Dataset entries
== Segment start ==

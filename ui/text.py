"""Text from people and data files, made safe to place in the page's HTML.

:func:`status_text` is the one place the workbench puts a plan's status into words.

Names of options, schools, units and the project are shown as typed, never as markup:
:func:`esc` escapes them for HTML, and :func:`text_block` wraps a message in one HTML block
so that the Markdown panes (``pn.pane.Alert``) do not read ``*``, ``_`` or ``[..](..)`` in
it as formatting either (CommonMark leaves the inside of an HTML block alone).
"""

from __future__ import annotations

import html

__all__ = ["esc", "text_block", "status_text", "share_text"]


def esc(text: object) -> str:
    """``text`` with ``& < > " '`` escaped: safe inside HTML text and quoted attributes."""
    return html.escape(str(text), quote=True)


def text_block(text: object) -> str:
    """A message as one HTML block: escaped, line breaks kept as ``<br>``."""
    body = esc(text).replace("\r\n", "\n").replace("\n", "<br>")
    return f"<div class='plain-text'>{body}</div>"


def share_text(share: float) -> str:
    """A share as a percentage: two decimals below 0.1%, one above (0.0004 -> '0.04%')."""
    return f"{share:.2%}" if share < 0.001 else f"{share:.1%}"


def status_text(plan) -> str:
    """A plan's status in words for people: anything with ``status``, ``gap`` (and
    ``message``): a Plan, or a saved option's listing. Solver words never reach the page.
    """
    status = str(getattr(plan, "status", ""))
    gap = float(getattr(plan, "gap", float("nan")))
    known = gap == gap and gap != float("inf")
    close = f"within {share_text(gap)} of the best possible" if known else ""
    if status == "optimal":
        return "best possible plan" if known and gap <= 1e-6 else close or "best possible plan"
    if status == "feasible":
        return f"a valid plan, {close}" if known else "a valid plan (not compared with the best)"
    if status in ("time_limit", "cancelled"):
        why = "stopped at the time limit" if status == "time_limit" else "cancelled"
        return f"{why}: {close}" if known else f"{why}: how close to the best is not known"
    reason = str(getattr(plan, "message", "") or "").strip()
    return f"no plan: {reason}" if reason else "no plan"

== Segment end ==

## [Task objective]
Scan the records for the string "people" and show every line that contains it.

## [Your solution]
"""Text from people and data files, made safe to place in the page's HTML.
    """A plan's status in words for people: anything with ``status``, ``gap`` (and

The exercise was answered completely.